## Task prompt
Beneath this task are records; print exactly the stretch of them from the line with "let limit = sense" through the line with "let reach = all.iter().filter(|one|", both ends included.

## Source information
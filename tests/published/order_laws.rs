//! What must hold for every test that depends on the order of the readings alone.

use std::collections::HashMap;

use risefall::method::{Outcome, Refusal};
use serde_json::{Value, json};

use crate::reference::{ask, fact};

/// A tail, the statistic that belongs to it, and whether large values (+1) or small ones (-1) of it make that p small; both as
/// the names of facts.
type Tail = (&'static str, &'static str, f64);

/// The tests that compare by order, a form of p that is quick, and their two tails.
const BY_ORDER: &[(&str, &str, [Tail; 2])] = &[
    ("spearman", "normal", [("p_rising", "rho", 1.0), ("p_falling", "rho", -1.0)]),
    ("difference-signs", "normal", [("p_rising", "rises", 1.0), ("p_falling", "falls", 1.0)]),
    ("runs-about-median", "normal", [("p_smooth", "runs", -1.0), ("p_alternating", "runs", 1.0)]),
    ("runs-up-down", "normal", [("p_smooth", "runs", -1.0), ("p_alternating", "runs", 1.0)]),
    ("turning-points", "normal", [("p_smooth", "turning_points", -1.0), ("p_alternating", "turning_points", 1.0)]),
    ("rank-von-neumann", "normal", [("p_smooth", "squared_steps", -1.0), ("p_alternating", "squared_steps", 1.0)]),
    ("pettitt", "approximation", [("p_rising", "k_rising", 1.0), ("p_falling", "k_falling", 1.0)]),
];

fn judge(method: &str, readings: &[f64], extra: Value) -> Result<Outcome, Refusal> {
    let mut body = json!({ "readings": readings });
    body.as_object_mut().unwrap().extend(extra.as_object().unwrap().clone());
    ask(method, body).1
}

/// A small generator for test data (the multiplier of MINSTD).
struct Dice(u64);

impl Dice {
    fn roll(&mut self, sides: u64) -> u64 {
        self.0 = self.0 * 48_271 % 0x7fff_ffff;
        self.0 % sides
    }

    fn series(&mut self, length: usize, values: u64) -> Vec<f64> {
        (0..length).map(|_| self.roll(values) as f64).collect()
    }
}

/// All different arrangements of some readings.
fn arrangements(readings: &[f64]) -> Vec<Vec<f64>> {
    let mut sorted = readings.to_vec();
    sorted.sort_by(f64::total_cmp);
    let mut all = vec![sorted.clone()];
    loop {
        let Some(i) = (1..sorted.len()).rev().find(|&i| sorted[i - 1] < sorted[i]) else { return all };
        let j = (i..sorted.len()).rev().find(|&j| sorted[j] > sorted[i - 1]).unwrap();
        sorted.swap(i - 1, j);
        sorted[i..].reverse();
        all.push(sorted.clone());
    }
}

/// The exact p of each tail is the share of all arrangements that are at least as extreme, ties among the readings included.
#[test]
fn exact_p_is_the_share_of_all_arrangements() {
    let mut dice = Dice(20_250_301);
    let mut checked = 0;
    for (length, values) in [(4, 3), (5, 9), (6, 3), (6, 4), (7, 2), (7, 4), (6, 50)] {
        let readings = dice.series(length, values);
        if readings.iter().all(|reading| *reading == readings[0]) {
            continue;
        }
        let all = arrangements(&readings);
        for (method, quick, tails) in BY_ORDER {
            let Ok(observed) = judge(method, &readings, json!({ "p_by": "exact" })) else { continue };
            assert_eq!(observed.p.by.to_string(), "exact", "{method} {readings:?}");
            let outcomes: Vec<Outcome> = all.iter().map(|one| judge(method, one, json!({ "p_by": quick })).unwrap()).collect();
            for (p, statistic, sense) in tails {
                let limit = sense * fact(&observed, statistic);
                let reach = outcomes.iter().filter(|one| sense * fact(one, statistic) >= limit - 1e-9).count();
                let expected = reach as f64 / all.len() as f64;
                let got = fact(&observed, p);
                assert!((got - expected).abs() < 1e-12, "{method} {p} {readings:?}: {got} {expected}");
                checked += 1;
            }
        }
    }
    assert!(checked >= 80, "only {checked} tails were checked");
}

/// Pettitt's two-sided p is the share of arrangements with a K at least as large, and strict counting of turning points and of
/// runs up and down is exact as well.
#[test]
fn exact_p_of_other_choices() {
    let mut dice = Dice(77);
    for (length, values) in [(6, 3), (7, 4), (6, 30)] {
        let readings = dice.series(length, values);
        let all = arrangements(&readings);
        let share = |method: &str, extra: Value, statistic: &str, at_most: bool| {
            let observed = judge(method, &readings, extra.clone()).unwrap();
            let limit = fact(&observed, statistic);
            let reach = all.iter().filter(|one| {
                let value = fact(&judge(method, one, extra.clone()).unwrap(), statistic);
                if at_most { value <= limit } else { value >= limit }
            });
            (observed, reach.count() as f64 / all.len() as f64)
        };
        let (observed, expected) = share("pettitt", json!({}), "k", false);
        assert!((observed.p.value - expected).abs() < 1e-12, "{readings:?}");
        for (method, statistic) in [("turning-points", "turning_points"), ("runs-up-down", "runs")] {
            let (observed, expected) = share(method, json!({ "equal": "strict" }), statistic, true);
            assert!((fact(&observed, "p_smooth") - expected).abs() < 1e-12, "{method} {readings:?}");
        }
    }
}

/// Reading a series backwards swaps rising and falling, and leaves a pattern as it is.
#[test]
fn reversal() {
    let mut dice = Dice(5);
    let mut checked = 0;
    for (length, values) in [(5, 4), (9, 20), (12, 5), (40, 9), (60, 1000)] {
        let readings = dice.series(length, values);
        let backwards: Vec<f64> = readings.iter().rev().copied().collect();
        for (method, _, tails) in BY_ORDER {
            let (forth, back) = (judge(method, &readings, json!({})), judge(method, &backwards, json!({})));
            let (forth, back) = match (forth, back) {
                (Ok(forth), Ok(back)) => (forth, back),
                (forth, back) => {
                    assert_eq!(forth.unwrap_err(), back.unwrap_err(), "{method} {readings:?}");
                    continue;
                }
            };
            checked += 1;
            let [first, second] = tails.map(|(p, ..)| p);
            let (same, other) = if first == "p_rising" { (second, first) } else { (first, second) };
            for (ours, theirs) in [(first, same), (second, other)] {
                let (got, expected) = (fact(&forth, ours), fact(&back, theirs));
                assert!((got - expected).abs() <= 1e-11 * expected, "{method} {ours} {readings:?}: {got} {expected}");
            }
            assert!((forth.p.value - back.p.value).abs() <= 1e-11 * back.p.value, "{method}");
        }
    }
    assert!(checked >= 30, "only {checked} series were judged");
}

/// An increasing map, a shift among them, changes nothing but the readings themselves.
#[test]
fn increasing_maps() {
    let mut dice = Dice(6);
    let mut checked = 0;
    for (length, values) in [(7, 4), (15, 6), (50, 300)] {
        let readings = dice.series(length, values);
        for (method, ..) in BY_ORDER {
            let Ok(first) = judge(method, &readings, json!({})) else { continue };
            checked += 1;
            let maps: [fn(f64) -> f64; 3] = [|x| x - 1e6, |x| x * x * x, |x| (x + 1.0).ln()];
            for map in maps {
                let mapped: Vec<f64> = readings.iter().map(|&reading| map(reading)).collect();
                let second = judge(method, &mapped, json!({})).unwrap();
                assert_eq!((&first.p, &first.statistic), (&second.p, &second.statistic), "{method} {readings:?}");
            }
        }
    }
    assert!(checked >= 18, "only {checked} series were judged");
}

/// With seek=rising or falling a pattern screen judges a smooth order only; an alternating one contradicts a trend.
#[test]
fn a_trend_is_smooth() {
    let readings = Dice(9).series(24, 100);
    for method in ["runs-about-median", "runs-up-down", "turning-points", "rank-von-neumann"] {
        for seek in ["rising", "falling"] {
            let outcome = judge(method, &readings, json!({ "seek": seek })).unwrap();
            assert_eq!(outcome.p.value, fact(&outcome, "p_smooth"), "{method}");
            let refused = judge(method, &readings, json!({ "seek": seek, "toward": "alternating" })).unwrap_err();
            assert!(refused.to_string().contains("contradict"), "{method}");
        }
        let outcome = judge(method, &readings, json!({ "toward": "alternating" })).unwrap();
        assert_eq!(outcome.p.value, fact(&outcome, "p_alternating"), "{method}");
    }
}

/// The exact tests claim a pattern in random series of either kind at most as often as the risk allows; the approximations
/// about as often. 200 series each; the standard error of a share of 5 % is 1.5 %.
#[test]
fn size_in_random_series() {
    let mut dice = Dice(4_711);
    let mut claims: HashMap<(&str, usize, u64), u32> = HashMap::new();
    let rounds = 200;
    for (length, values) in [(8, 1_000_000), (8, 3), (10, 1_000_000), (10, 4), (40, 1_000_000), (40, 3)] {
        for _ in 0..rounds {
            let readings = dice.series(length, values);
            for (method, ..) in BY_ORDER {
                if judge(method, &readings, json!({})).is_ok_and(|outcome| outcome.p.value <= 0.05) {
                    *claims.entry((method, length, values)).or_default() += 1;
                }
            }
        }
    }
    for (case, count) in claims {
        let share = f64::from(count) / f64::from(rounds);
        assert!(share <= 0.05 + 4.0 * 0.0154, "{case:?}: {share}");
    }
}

## Expected answer
                let limit = sense * fact(&observed, statistic);
                let reach = outcomes.iter().filter(|one| sense * fact(one, statistic) >= limit - 1e-9).count();
                let expected = reach as f64 / all.len() as f64;
                let got = fact(&observed, p);
                assert!((got - expected).abs() < 1e-12, "{method} {p} {readings:?}: {got} {expected}");
                checked += 1;
            }
        }
    }
    assert!(checked >= 80, "only {checked} tails were checked");
}

/// Pettitt's two-sided p is the share of arrangements with a K at least as large, and strict counting of turning points and of
/// runs up and down is exact as well.
#[test]
fn exact_p_of_other_choices() {
    let mut dice = Dice(77);
    for (length, values) in [(6, 3), (7, 4), (6, 30)] {
        let readings = dice.series(length, values);
        let all = arrangements(&readings);
        let share = |method: &str, extra: Value, statistic: &str, at_most: bool| {
            let observed = judge(method, &readings, extra.clone()).unwrap();
            let limit = fact(&observed, statistic);
            let reach = all.iter().filter(|one| {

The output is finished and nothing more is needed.